**TASK PROMPT**
Give a single number in reply. It is the count of lines below that contain the string "caption".

**Saved data entries**
● ● ● ● ●

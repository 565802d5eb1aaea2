import { memo } from 'react'
import { Button as AriaButton } from 'react-aria-components'
import { type CriterionDoc, type OptionRef, type OptionResult, rankOptions, type StudyDoc, WEIGHT_FACTORS } from '../../../core/index.ts'
import { addCriterion, problemsOf, removeCriterion, sameOption, setCriterion } from '../../document/index.ts'
import { Button, NumberField, Select } from '../../ui/index.ts'
import {
  criterionFace,
  criterionWords,
  effectWords,
  formatNumber,
  formatScore,
  optionWords,
  PLAIN,
  RANKING_WORDS,
  rankWords,
  type UnitSystem,
  VERDICT_WORDS,
} from '../../words/index.ts'
import { useSession } from '../session/index.ts'
import { figuresToRankBy, startingCriterion } from './criteria.ts'

export interface RankingProps {
  readonly doc: StudyDoc
  readonly results: readonly OptionResult[]
  readonly shown: OptionRef | null
  readonly system: UnitSystem
  readonly onShow: (option: OptionRef) => void
}
/** What counts, how the options rank by it, and whether that holds when a weight changes. */
export const RankingSection = memo(function RankingSection({ doc, results, shown, system, onShow }: RankingProps) {
  const { study } = useSession()
  const criteria = doc.ranking?.criteria ?? []
  const needs = doc.needs ?? []
  const free = figuresToRankBy(results, needs).filter((f) => criteria.every((c) => c.figure !== f))
  const sound = criteria.length > 0 && problemsOf(doc).every((p) => !p.path.startsWith('ranking'))
  const ranking = sound && results.length > 0 ? rankOptions(results, { criteria }) : null
  const withTilt = new Set(results.map((r) => r.ref.tiltDeg)).size > 1
  const ranks = ranking?.options.map((o) => o.rank) ?? []
  return (
    <section className="ranking" aria-label={RANKING_WORDS.title}>
      <h3>{RANKING_WORDS.title}</h3>
      {criteria.length === 0 ? <p className="ink-2">{RANKING_WORDS.none}</p> : <Criteria doc={doc} criteria={criteria} system={system} />}
      {free.length > 0 ? (
        <div className="pick-need">
          <Select
            label="Add a figure"
            value=""
            choices={free.map((id) => ({ id, words: criterionWords(id, needs) }))}
            onChange={(figure) => addCriterion(study, startingCriterion(figure, results, system))}
          />
        </div>
      ) : null}
      {ranking ? (
        <>
          <table className="table">
            <caption className="visually-hidden">Options by score</caption>
            <thead>
              <tr>
                <th scope="col">Rank</th>
                <th scope="col" className="text">
                  Option
                </th>
                <th scope="col" className="text">
                  Must needs
                </th>
                {criteria.map((c, i) => (
                  <th key={c.figure} scope="col" title={criterionWords(c.figure, needs)}>
                    Points {i + 1}
                  </th>
                ))}
                <th scope="col">Score of 100</th>
              </tr>
            </thead>
            <tbody>
              {ranking.options.map((o) => {
                const on = sameOption(o.ref, shown)
                return (
                  <tr key={optionWords(o.ref, true)} className={on ? 'on' : ''}>
                    <td>{rankWords(o.rank, ranks)}</td>
                    <td className="text">
                      <AriaButton className={on ? 'chip on' : 'chip'} aria-pressed={on} onPress={() => onShow(o.ref)}>
                        {optionWords(o.ref, withTilt)}
                      </AriaButton>
                    </td>
                    <td className="text">
                      {o.passes === null ? VERDICT_WORDS.oneK : o.passes ? VERDICT_WORDS.passes : VERDICT_WORDS.notMet}
                    </td>
                    {o.criteria.map((c) => (
                      <td key={c.figure}>{c.u === null ? '–' : formatScore(c.u * c.share)}</td>
                    ))}
                    <td>{formatScore(o.score)}</td>
                  </tr>
                )
              })}
            </tbody>
          </table>
          <p className="ink-2">{RANKING_WORDS.rule}</p>
          <h4>{RANKING_WORDS.effects}</h4>
          <table className="table effects">
            <caption className="visually-hidden">{RANKING_WORDS.effects}</caption>
            <thead>
              <tr>
                <th scope="col">Weight of</th>
                <th scope="col" className="text">
                  {'20\u202f% less'}
                </th>
                <th scope="col" className="text">
                  {'20\u202f% more'}
                </th>
              </tr>
            </thead>
            <tbody>
              {criteria.map((c) => (
                <tr key={c.figure}>
                  <td className="need">{criterionWords(c.figure, needs)}</td>
                  {WEIGHT_FACTORS.map((factor) => {
                    const effect = ranking.effects.find((e) => e.figure === c.figure && e.factor === factor)
                    return (
                      <td key={factor} className="text">
                        {effect ? effectWords(effect, withTilt) : ''}
                      </td>
                    )
                  })}
                </tr>
              ))}
            </tbody>
          </table>
        </>
      ) : null}
    </section>
  )
})

/** The stated values, each a field; SI in the study, face units here. */
function Criteria({ doc, criteria, system }: { doc: StudyDoc; criteria: readonly CriterionDoc[]; system: UnitSystem }) {
  const { study } = useSession()
  const sum = criteria.reduce((s, c) => s + c.weight, 0)
  return (
    <table className="table criteria">
      <caption className="visually-hidden">What options are ranked by</caption>
      <thead>
        <tr>
          <th scope="col">Figure</th>
          <th scope="col">Worst</th>
          <th scope="col">Best</th>
          <th scope="col">Weight</th>
          <th scope="col">Share</th>
          <td />
        </tr>
      </thead>
      <tbody>
        {criteria.map((c, i) => {
          const name = criterionWords(c.figure, doc.needs ?? [])
          const face = criterionFace(c.figure, system)
          const trouble = (key: string) => problemsOf(doc).find((p) => p.path === `ranking.criteria[${i}].${key}`)
          return (
            <tr key={c.figure}>
              <td className="need">
                {i + 1} {name}
              </td>
              {(['worst', 'best', 'weight'] as const).map((key) => {
                const problem = trouble(key)
                return (
                  <td key={key}>
                    <NumberField
                      label={key}
                      hideLabel
                      ariaLabel={`${key} of ${name}${key === 'weight' ? '' : `, ${face.unit}`}`}
                      value={c[key]}
                      face={key === 'weight' ? PLAIN : face}
                      required
                      onCommit={(v) => v !== undefined && setCriterion(study, c.figure, { [key]: v })}
                      trouble={problem ? `${problem.found}; ${problem.remedy}` : null}
                    />
                  </td>
                )
              })}
              <td>{`${formatNumber((100 * c.weight) / sum, 0)}\u202f%`}</td>
              <td>
                <Button small look="quiet" label={`Take out ${name}`} onPress={() => removeCriterion(study, c.figure)}>
                  take out
                </Button>
              </td>
            </tr>
          )
        })}
      </tbody>
    </table>
  )
}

● ● ● ● ●

**REPLY**
3